# Distribution of residuals is of interest for linear models, not the distribution of y

library(tidyverse)
library(e1071)

# My $$y$$ is not distributed according to my wishes!

Let $$Y$$ be a variable that we would like to model, for instance, Covid-19 cases.

Now, there’s a widely hold belief that my $$Y$$ must be distributed normally, or, in some cases, following some other assumed distribution (maybe some long-tailed distribution).

However, this belief is not (strictly) true. What a linear model assumes is that the residuals are distributed normally, not the $$Y$$ distribution.
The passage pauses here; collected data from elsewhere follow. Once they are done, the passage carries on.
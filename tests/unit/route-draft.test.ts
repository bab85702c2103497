/**
 * The route editor's draft (app/(workshop)/admin/routes/[model]/edit/draft.ts): the edits it
 * offers, the JSON it sends, and the server's errors placed back on the fields they are about.
 * The server's side is the real one: the form's schema (app/(workshop)/admin/routes/schemas.ts)
 * and the spec rules (lib/route/spec-rules.ts). Expected values come from those definitions and
 * from the workshop's usual route (lib/route/default-spec.ts, common practice).
 */
import { describe, expect, test } from "vitest";
import { z } from "zod";
import * as draft from "@/app/(workshop)/admin/routes/[model]/edit/draft";
import { saveRouteSchema } from "@/app/(workshop)/admin/routes/schemas";
import { defaultRoute } from "@/lib/route/default-spec";
import { holdText, stepsSchema } from "@/lib/route/spec-rules";
import type { StepSpec } from "@/lib/route/types";

const usual = defaultRoute();
const uids = (steps: draft.StepDraft[]) => steps.map((s) => s.uid);

/** What the server answers for a draft, as guardedAction hands it to the form. */
function serverErrors(steps: draft.StepDraft[], note = "Tighter trim for the new press") {
  const parsed = saveRouteSchema.safeParse({ modelId: "m1", baseVersion: "1", note, steps: JSON.stringify(draft.toSpec(steps)) });
  return parsed.success ? {} : (z.flattenError(parsed.error).fieldErrors as Record<string, string[]>);
}

describe("from a saved route and back", () => {
  test("the usual route, drafted and sent untouched, is the same route to the server", () => {
    const sent = stepsSchema.parse(draft.toSpec(draft.draftOf(usual)));
    expect(sent).toEqual(usual);
  });

  test("ids come from places, so the server and the browser agree on them", () => {
    const d = draft.draftOf(usual.slice(0, 2));
    expect(uids(d)).toEqual(["s0", "s1"]);
    expect(d[0]!.readings.map((r) => r.uid)).toEqual(["s0r0", "s0r1"]);
    expect(uids(draft.draftOf(usual.slice(0, 2), "a"))).toEqual(["a0", "a1"]);
  });

  // A hold is shown in the largest unit that divides it (lib/route/types.ts: minutes).
  test.each([
    [4 * 60, "4", "h", "brace: clamp 2 h and rest 2 h (default-spec)"],
    [14 * 24 * 60, "14", "d", "curing, 2 weeks (default-spec)"],
    [90, "90", "min", "not a whole number of hours"],
    [undefined, "", "h", "no hold: hours offered"],
  ] as [number | undefined, string, string, string][])("a hold of %s minutes is drafted as %s %s (%s)", (minutes, amount, unit) => {
    const step: StepSpec = { ...usual[2]!, holdAfter: minutes === undefined ? undefined : { minutes, from: "start", label: "wait" } };
    const d = draft.stepDraft(step, "x");
    expect([d.holdAmount, d.holdUnit]).toEqual([amount, unit]);
  });
});

describe("editing", () => {
  const three = () => draft.draftOf(usual.slice(0, 3));

  test.each([
    [0, ["new", "s0", "s1", "s2"]],
    [1, ["s0", "new", "s1", "s2"]],
    [3, ["s0", "s1", "s2", "new"]],
    [99, ["s0", "s1", "s2", "new"]],
    [-1, ["new", "s0", "s1", "s2"]],
  ])("insertStep at %i puts the blank step there", (at, expected) => {
    expect(uids(draft.insertStep(three(), at, draft.stepDraft(undefined, "new")))).toEqual(expected);
  });

  test.each([
    [0, -1, ["s0", "s1", "s2"]],
    [0, 1, ["s1", "s0", "s2"]],
    [2, -1, ["s0", "s2", "s1"]],
    [2, 1, ["s0", "s1", "s2"]],
  ] as const)("moveStep %i by %i", (index, by, expected) => {
    expect(uids(draft.moveStep(three(), index, by))).toEqual(expected);
  });

  test("removing, adding, moving and changing readings touch only their own step and leave the old list alone", () => {
    const before = three();
    const snapshot = JSON.stringify(before);
    let d = draft.addReading(before, "s1", draft.readingDraft(undefined, "r-new"));
    d = draft.moveReading(d, "s0", 0, 1);
    d = draft.updateReading(d, "s0", "s0r1", { max: "139" });
    d = draft.removeReading(d, "s2", "s2r0");
    d = draft.updateStep(d, "s2", { name: "Brace fitting, long" });
    d = draft.removeStep(d, "s1");
    expect(JSON.stringify(before)).toBe(snapshot);
    expect(uids(d)).toEqual(["s0", "s2"]);
    expect(d[0]!.readings.map((r) => [r.uid, r.max])).toEqual([
      ["s0r1", "139"], // time in the press, its max changed (was 25)
      ["s0r0", "140"], // platen temperature, untouched
    ]);
    expect(d[1]).toMatchObject({ name: "Brace fitting, long", readings: [] });
  });
});

describe("what is sent", () => {
  // Typed numbers as a workshop types them; anything that is not a number goes as typed, so the
  // server refuses it beside its field (spec-rules: "Enter a number, like 12 or 12.5").
  test.each([
    ["12", 12],
    ["12.5", 12.5],
    ["0,2", 0.2],
    ["\u22120.15", -0.15],
    [".5", 0.5],
    ["  ", undefined],
    ["12a", "12a"],
    ["1e3", "1e3"],
  ])("numberOrText(%j) is %j", (text, expected) => {
    expect(draft.numberOrText(text)).toBe(expected);
  });

  // Keys made from names must pass the spec rules' key patterns (STEP_KEY_RE, READING_KEY_RE).
  test.each([
    ["Lacquer coat 9, stoved", "lacquer-coat-9-stoved", "lacquerCoat9Stoved"],
    ["Ébénisterie  finale", "ebenisterie-finale", "ebenisterieFinale"],
    ["2nd coat", "2nd-coat", "ndCoat"],
    ["!!!", "", ""],
  ])("%j makes the step key %j and the reading key %j", (text, stepKey, readingKey) => {
    expect(draft.stepKeyFrom(text)).toBe(stepKey);
    expect(draft.readingKeyFrom(text)).toBe(readingKey);
  });

  test("a blank key is made from the name, a check sends no unit or limits, a hold goes in minutes, a blank note is left out", () => {
    const step: draft.StepDraft = {
      ...draft.stepDraft(undefined, "x"),
      name: "Edge check",
      station: "inspection",
      holdAmount: "0.1",
      holdUnit: "h",
      holdLabel: "settle",
      note: "  ",
      readings: [{ ...draft.readingDraft(undefined, "r"), label: "Edges square", kind: "check", unit: "mm", min: "1" }],
    };
    expect(draft.toSpec([step])).toEqual([
      {
        key: "edge-check",
        name: "Edge check",
        station: "inspection",
        readings: [{ key: "edgesSquare", label: "Edges square", unit: null, kind: "check" }],
        // 0.1 h is 6 minutes exactly, not 6.000000000000001.
        holdAfter: { from: "end", label: "settle", minutes: 6 },
      },
    ]);
  });

  test.each([
    [{ min: "135", max: "140", unit: "°C" }, "135–140 °C"],
    [{ absMax: "0,2", unit: "mm" }, "±0.2 mm"],
    [{ equals: "8" }, "exactly 8"],
    [{ min: "abc" }, null],
    [{ kind: "check" as const }, "pass"],
  ])("the window shown while typing %j is %j (lib/route/rules.ts windowText)", (typed, expected) => {
    expect(draft.previewWindow({ ...draft.readingDraft(undefined, "r"), label: "x", ...typed })).toBe(expected);
  });

  test.each([
    ["14", "d", "end", "curing", holdText({ minutes: 14 * 24 * 60, from: "end", label: "curing" })],
    ["4", "h", "start", "clamp 2 h and rest 2 h", holdText({ minutes: 240, from: "start", label: "clamp 2 h and rest 2 h" })],
    ["4", "h", "start", "", null],
    ["0.001", "min", "end", "blink", null],
  ] as const)("the wait shown for %s %s from %s, %j", (amount, unit, from, label, expected) => {
    const s: draft.StepDraft = { ...draft.stepDraft(undefined, "x"), holdAmount: amount, holdUnit: unit, holdFrom: from, holdLabel: label };
    expect(draft.previewHold(s)).toBe(expected);
  });
});

describe("the server's errors, placed back", () => {
  test("an error lands on its reading's field and stays with it after the steps move", () => {
    let d = draft.draftOf(usual);
    d = draft.updateReading(d, "s1", "s1r0", { absMax: "abc" }); // trim: "± limit"
    d = draft.updateStep(d, "s0", { name: "" });
    const sent = draft.layoutOf(d);
    const fieldErrors = serverErrors(d);
    expect(Object.keys(fieldErrors).sort()).toEqual(["steps.0.name", "steps.1.readings.0.absMax"]);

    const placed = draft.placeErrors(fieldErrors, sent);
    expect(placed.count).toBe(2);
    expect(placed.general).toEqual([]);
    expect(placed.byUid.get("s1r0")?.absMax?.[0]).toMatch(/Enter a number/);
    expect(placed.byUid.get("s0")?.name?.[0]).toMatch(/Name the step/);

    // Moving the trim step first changes where it is, not which reading the error is about.
    d = draft.moveStep(d, 1, -1);
    expect(d[0]!.readings[0]!.uid).toBe("s1r0");
    expect(draft.placeErrors(fieldErrors, sent).byUid.get("s1r0")?.absMax).toBeDefined();
  });

  test("a repeated key is marked on the second step; two steps named alike get the same made-up key", () => {
    let d = draft.draftOf(usual.slice(0, 2));
    d = draft.updateStep(d, "s1", { key: "", name: "Forming press" });
    d = draft.updateStep(d, "s0", { key: "" });
    const placed = draft.placeErrors(serverErrors(d), draft.layoutOf(d));
    expect(placed.byUid.get("s1")?.key?.[0]).toMatch(/Step 1 already has the key “forming-press”/);
    expect(placed.byUid.has("s0")).toBe(false);
  });

  test.each<[Record<string, string[]>, string[], number, string]>([
    [{ steps: ["A route needs at least one step."] }, ["A route needs at least one step."], 0, "the route as a whole"],
    [{ "steps.7.name": ["Name the step."] }, ["Name the step."], 0, "a place the form no longer has"],
    [{ note: ["Say why the route changes."] }, [], 1, "the note has its own field"],
    [{ "steps.0": ["A step has no field colour."] }, [], 1, "the step as a whole"],
  ])("%j goes to general %j, counted %i (%s)", (fieldErrors, general, count) => {
    const placed = draft.placeErrors(fieldErrors, { steps: [{ uid: "s0", readings: [] }] });
    expect(placed.general).toEqual(general);
    expect(placed.count).toBe(count);
  });

  test("errors without an input of their own are listed above the step or reading", () => {
    const placed = draft.placeErrors(
      { "steps.0": ["A step has no field colour."], "steps.0.holdAfter": ["A hold has no field x."], "steps.0.readings.0": ["A reading has no field y."], "steps.0.readings.0.max": ["too low"] },
      { steps: [{ uid: "s0", readings: ["s0r0"] }] },
    );
    expect(draft.otherErrors(placed.byUid.get("s0"), draft.STEP_FIELDS)).toEqual(["A step has no field colour."]);
    expect(placed.byUid.get("s0")?.holdAfter).toEqual(["A hold has no field x."]);
    expect(draft.otherErrors(placed.byUid.get("s0r0"), draft.READING_FIELDS)).toEqual(["A reading has no field y."]);
  });
});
While this is often left implicit, it is helpful to spell out a model explicitly.

Here’s a simple example from Gelmann and Hill, 2007, p. 46.

Consider a regression with the predictor $$X$$, which takes on the values 0, 1, and 2, equally distributed:

$X \sim \mathcal{U}_D(a=1, b=3)$

where $$\mathcal{U}_D$$ referes to a discrete uniform distribution with minimum $$a$$ and maximum $$b$$.

Now, let the true association of $$X$$ and $$Y$$ amount to:

$y_i = 0.2 + 0.5x_i$

Having specified this, we have completely specified this data generating process.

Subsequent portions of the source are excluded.